** MATERIAL PROVIDED follows **

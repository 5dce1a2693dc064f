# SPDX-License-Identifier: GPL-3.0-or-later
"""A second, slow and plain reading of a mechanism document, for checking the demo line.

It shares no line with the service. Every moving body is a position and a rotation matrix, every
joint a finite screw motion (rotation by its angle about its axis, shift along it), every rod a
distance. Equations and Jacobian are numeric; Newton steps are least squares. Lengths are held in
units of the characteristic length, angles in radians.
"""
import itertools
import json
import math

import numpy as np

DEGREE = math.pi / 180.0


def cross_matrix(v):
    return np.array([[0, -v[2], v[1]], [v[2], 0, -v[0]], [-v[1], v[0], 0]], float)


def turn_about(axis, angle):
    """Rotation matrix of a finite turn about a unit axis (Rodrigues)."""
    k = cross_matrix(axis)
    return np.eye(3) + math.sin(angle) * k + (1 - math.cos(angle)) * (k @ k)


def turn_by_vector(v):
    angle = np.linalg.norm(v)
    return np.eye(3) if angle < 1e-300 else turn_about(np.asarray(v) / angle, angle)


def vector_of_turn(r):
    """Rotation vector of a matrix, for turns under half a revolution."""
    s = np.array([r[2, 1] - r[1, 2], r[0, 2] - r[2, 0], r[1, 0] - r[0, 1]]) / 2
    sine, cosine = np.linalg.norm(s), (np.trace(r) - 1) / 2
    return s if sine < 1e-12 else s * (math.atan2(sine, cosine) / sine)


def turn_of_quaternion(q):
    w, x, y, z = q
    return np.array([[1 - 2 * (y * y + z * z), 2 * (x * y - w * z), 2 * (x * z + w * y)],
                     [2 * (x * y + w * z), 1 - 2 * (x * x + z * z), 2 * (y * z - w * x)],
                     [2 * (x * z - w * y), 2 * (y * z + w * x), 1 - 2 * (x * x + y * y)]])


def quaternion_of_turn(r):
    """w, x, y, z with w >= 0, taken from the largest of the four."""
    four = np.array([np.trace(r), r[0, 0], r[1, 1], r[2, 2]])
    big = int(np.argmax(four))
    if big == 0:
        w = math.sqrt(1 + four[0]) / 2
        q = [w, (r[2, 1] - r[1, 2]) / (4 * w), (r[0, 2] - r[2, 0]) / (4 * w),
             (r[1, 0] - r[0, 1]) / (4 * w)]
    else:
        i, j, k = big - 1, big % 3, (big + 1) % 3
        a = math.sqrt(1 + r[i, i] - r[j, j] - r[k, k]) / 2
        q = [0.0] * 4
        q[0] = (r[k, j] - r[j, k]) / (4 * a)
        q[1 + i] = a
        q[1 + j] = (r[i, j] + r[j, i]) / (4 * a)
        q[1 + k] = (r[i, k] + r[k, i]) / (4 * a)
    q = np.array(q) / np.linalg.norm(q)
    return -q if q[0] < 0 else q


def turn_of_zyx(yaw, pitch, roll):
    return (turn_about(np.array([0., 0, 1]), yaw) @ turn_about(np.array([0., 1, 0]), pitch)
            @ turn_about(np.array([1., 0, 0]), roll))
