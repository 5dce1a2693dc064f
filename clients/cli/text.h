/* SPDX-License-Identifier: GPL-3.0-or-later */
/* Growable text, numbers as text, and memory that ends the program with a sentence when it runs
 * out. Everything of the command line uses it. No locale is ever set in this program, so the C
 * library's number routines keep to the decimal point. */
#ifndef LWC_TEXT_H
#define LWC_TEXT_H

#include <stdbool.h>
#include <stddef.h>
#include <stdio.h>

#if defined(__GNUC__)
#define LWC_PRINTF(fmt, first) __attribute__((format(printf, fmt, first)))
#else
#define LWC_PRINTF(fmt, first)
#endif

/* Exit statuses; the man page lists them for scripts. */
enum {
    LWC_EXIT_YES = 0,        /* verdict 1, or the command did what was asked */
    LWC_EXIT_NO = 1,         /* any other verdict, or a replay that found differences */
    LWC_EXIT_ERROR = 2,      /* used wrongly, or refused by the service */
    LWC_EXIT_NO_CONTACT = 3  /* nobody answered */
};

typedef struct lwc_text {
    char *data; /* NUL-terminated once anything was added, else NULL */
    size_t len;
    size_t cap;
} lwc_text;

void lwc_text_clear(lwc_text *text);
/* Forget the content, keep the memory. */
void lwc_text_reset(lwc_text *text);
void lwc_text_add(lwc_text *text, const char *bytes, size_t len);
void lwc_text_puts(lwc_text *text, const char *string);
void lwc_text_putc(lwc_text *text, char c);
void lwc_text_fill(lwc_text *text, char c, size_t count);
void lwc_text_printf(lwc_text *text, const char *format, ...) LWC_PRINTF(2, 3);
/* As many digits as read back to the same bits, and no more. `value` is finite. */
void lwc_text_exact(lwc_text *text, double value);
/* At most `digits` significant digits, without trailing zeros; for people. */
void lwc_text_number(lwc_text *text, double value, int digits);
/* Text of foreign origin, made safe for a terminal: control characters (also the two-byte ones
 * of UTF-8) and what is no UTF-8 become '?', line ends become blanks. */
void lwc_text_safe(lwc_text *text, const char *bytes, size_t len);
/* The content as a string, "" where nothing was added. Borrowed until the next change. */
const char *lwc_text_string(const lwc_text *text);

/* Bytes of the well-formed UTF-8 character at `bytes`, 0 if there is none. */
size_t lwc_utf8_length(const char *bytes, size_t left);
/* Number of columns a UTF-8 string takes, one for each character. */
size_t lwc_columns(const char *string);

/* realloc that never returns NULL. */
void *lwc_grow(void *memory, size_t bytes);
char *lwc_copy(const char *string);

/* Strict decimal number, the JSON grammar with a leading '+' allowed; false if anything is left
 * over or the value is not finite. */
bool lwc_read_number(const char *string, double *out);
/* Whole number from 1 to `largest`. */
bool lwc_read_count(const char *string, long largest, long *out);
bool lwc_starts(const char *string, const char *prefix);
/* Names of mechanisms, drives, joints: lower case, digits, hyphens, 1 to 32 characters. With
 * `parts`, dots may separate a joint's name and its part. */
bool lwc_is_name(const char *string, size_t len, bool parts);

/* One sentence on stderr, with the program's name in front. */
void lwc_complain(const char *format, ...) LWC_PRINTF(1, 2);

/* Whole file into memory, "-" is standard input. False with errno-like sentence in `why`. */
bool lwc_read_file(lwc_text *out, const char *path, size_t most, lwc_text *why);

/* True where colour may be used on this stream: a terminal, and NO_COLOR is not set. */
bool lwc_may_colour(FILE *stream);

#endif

** End of MATERIAL PROVIDED **

> [WHAT TO DO]:
Search the records for the string "math" and, wherever a line contains it, please copy that line.

> [SOLUTION]:
import math
DEGREE = math.pi / 180.0
    return np.eye(3) + math.sin(angle) * k + (1 - math.cos(angle)) * (k @ k)
    return s if sine < 1e-12 else s * (math.atan2(sine, cosine) / sine)
        w = math.sqrt(1 + four[0]) / 2
        a = math.sqrt(1 + r[i, i] - r[j, j] - r[k, k]) / 2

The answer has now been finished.